- YOUR ASSIGNMENT -
Taking the line with "spikes = [one" as the first and the line with "(one,) = (one" as the last, set down exactly every line in that range from the entries below, and no more.

- DATA SHOWN -
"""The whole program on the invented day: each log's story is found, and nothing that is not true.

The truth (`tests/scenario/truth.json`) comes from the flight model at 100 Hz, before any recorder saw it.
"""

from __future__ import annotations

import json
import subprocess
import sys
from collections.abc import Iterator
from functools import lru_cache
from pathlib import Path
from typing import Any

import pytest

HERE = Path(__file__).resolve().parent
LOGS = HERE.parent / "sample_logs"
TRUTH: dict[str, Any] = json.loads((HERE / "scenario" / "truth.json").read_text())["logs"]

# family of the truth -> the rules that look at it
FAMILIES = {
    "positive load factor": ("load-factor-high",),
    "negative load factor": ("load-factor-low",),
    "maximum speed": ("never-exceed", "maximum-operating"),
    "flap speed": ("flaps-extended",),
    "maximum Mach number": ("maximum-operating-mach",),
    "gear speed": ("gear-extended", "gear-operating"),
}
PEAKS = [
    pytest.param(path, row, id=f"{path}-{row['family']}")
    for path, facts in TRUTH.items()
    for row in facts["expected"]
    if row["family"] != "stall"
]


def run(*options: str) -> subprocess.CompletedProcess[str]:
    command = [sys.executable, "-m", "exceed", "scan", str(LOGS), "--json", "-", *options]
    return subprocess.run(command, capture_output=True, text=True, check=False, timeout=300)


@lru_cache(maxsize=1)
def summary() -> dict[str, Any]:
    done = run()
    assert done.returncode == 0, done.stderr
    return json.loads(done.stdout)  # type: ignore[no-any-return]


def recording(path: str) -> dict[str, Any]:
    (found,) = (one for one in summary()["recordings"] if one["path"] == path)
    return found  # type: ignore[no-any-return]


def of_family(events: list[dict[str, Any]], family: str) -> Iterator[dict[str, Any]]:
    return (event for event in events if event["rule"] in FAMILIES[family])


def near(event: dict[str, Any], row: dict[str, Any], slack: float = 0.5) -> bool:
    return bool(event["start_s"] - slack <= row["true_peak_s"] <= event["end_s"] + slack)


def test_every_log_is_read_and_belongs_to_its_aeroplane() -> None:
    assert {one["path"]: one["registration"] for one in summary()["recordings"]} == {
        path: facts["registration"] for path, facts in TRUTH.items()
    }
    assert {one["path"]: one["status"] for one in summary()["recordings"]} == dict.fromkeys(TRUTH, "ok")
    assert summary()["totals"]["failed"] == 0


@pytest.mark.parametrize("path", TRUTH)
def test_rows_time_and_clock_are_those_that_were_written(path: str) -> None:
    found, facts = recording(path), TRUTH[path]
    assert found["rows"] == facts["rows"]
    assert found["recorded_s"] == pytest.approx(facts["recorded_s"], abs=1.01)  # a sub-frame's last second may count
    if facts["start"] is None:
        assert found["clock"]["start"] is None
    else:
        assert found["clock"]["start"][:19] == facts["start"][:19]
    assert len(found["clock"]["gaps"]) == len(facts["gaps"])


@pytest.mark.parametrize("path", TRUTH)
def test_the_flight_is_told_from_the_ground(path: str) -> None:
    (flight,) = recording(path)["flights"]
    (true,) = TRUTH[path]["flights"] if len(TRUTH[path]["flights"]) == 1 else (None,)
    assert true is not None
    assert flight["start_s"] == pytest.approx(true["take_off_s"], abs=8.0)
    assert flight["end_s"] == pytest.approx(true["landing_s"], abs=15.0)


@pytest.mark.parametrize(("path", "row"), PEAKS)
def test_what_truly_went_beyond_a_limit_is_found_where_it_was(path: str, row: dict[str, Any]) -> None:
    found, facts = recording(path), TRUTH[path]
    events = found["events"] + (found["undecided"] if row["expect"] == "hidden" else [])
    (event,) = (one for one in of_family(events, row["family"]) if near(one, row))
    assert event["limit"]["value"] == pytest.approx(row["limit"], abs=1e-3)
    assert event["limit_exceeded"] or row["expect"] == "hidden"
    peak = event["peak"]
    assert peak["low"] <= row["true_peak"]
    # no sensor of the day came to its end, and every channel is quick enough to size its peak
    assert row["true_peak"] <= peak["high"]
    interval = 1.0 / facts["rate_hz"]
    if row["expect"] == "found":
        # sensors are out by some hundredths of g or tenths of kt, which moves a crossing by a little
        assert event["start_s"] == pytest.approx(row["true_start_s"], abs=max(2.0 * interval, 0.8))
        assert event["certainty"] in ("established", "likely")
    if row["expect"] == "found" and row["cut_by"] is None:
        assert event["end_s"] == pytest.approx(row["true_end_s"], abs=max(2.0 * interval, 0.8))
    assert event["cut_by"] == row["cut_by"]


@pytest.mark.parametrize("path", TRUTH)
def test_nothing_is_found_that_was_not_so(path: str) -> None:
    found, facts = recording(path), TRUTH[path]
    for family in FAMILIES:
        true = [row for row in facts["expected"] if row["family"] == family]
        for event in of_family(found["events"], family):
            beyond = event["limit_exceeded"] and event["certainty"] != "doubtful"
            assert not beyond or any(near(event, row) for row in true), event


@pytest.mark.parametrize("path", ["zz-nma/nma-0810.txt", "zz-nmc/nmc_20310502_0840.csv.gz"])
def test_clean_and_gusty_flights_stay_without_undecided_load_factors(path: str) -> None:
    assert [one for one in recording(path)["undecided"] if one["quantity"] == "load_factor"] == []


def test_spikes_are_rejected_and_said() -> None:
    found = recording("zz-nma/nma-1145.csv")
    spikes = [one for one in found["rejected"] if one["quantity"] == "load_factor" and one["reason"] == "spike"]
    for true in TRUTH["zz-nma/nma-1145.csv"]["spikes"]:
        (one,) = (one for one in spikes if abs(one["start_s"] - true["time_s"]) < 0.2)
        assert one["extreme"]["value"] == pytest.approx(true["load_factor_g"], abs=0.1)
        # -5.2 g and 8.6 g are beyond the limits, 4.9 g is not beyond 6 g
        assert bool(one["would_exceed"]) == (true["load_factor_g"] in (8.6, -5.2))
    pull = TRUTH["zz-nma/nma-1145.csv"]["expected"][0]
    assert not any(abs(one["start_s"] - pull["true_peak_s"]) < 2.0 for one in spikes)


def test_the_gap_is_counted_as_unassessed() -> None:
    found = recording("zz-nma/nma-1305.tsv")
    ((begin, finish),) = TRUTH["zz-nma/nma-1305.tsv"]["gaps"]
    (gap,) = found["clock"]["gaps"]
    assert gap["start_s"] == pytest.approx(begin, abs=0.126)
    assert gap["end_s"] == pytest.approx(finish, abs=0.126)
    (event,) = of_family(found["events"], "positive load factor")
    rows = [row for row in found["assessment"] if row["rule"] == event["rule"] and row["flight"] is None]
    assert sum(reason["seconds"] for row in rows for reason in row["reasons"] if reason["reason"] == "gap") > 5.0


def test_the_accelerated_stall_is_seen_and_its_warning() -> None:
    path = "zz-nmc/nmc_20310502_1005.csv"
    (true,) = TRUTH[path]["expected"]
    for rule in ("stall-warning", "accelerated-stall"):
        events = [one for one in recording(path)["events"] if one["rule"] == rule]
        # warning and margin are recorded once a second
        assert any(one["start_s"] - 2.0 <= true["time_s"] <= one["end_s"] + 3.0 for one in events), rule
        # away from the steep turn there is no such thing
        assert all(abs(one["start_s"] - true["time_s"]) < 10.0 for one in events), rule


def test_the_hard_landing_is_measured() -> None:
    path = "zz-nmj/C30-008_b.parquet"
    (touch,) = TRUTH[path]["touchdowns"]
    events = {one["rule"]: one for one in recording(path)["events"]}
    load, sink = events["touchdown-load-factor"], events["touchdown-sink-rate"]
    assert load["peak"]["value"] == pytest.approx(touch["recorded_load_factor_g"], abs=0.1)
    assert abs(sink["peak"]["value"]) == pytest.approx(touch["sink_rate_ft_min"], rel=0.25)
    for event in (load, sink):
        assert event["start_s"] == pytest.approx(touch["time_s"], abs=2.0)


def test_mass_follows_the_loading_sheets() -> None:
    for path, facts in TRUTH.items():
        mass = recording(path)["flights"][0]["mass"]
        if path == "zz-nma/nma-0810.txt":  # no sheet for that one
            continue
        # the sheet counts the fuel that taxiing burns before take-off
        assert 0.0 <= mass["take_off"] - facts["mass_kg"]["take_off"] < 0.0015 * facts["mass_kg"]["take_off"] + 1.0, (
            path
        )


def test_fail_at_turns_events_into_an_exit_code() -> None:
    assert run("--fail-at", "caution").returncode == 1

- RESULT FOR THIS EXERCISE -
    spikes = [one for one in found["rejected"] if one["quantity"] == "load_factor" and one["reason"] == "spike"]
    for true in TRUTH["zz-nma/nma-1145.csv"]["spikes"]:
        (one,) = (one for one in spikes if abs(one["start_s"] - true["time_s"]) < 0.2)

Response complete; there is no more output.